* [DATA SHOWN]:
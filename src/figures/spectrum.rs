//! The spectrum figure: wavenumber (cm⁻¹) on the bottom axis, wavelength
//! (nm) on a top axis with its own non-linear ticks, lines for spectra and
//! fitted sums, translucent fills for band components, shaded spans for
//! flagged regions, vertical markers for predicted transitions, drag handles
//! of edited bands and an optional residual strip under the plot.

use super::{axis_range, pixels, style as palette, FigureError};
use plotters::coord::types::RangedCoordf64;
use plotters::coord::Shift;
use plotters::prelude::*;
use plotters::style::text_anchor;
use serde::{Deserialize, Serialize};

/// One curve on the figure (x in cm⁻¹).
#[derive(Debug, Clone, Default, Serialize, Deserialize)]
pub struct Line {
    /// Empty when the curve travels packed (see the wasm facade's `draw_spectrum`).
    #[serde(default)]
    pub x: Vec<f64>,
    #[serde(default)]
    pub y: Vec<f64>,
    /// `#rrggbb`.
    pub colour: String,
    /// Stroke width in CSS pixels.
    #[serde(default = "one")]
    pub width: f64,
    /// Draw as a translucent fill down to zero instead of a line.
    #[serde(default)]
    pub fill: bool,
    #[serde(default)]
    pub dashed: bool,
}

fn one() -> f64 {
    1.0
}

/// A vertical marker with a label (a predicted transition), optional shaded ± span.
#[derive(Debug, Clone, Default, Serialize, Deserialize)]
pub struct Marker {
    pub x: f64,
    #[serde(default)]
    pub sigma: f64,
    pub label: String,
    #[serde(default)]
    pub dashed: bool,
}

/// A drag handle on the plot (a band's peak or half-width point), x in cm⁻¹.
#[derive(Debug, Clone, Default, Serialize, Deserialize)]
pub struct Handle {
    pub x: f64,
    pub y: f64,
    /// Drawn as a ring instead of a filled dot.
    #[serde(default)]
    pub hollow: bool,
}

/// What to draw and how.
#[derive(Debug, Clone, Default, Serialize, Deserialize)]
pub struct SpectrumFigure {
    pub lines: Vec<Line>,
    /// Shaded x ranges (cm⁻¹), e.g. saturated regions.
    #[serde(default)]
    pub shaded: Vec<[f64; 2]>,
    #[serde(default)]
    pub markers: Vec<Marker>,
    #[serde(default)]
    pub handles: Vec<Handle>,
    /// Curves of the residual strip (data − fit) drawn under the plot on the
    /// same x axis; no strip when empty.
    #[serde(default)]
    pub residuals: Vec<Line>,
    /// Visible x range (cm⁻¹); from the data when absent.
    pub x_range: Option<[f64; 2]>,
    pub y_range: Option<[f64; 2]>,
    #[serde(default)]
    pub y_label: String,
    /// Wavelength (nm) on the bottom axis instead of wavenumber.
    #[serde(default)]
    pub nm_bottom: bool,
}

--

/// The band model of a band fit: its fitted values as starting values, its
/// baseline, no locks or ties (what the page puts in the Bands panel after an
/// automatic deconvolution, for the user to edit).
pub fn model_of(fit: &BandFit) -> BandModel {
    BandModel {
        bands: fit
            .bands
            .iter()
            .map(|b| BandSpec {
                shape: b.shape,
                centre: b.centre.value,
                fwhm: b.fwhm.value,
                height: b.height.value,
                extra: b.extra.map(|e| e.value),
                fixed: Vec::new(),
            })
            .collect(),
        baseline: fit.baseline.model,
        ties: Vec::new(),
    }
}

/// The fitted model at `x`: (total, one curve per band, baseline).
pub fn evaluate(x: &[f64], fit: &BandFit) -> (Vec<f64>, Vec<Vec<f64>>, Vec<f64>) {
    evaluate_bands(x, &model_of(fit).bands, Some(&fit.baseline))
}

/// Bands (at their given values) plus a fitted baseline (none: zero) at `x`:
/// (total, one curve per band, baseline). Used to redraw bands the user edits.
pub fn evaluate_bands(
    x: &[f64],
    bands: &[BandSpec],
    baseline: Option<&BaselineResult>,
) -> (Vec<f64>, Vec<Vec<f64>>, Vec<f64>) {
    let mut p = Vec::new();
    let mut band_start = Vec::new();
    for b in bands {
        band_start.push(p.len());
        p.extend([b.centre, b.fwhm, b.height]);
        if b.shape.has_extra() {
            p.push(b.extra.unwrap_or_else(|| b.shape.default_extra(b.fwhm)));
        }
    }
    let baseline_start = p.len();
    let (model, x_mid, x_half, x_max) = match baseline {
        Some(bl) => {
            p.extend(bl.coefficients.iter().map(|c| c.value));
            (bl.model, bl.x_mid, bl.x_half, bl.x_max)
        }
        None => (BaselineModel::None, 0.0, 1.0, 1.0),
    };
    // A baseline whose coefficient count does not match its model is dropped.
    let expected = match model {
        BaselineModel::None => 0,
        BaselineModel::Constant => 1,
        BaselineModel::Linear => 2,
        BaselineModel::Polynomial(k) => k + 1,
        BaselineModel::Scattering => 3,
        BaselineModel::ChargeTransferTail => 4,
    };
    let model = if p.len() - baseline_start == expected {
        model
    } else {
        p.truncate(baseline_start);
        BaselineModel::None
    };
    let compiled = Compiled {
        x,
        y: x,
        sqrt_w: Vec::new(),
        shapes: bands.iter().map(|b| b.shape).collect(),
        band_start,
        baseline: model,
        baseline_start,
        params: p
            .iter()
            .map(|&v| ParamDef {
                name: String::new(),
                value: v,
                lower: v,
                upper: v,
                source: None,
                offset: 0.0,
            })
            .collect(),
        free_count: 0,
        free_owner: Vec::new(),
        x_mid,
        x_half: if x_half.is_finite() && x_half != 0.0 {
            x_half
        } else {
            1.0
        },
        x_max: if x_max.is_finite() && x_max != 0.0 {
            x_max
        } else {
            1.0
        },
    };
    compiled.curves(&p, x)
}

==

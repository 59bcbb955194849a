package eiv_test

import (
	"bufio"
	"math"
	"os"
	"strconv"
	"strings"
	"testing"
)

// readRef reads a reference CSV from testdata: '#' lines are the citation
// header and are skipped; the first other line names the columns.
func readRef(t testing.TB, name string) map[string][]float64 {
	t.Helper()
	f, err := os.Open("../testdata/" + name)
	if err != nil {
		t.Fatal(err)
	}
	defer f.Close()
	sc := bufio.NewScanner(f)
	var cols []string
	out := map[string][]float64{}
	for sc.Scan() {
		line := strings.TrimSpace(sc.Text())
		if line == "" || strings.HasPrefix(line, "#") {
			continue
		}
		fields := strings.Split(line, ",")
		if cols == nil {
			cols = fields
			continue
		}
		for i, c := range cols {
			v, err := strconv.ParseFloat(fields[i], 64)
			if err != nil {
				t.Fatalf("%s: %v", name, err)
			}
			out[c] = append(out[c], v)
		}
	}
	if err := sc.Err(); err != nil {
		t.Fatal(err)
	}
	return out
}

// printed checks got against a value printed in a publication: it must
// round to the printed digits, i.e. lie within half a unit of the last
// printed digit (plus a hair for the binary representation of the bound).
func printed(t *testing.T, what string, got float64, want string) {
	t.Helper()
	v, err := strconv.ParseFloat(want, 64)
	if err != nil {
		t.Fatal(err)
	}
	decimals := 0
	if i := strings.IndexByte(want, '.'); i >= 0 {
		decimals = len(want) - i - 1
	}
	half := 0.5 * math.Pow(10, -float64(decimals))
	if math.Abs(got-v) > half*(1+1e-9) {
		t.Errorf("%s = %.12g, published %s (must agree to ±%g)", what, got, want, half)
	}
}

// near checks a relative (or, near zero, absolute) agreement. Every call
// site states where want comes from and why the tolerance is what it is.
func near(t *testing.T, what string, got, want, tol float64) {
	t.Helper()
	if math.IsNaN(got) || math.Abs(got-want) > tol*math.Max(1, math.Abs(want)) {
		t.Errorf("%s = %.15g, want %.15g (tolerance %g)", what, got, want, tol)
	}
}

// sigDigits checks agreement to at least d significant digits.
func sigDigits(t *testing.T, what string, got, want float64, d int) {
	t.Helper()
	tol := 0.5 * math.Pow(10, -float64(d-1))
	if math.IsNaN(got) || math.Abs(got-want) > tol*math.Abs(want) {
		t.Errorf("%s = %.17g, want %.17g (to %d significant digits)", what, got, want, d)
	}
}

* [PROBLEM STATEMENT]:
Which of the lines in the data contain the string "checks"? Return each one.

* [RESPONSE TO THE EXERCISE]:
// printed checks got against a value printed in a publication: it must
// near checks a relative (or, near zero, absolute) agreement. Every call
// sigDigits checks agreement to at least d significant digits.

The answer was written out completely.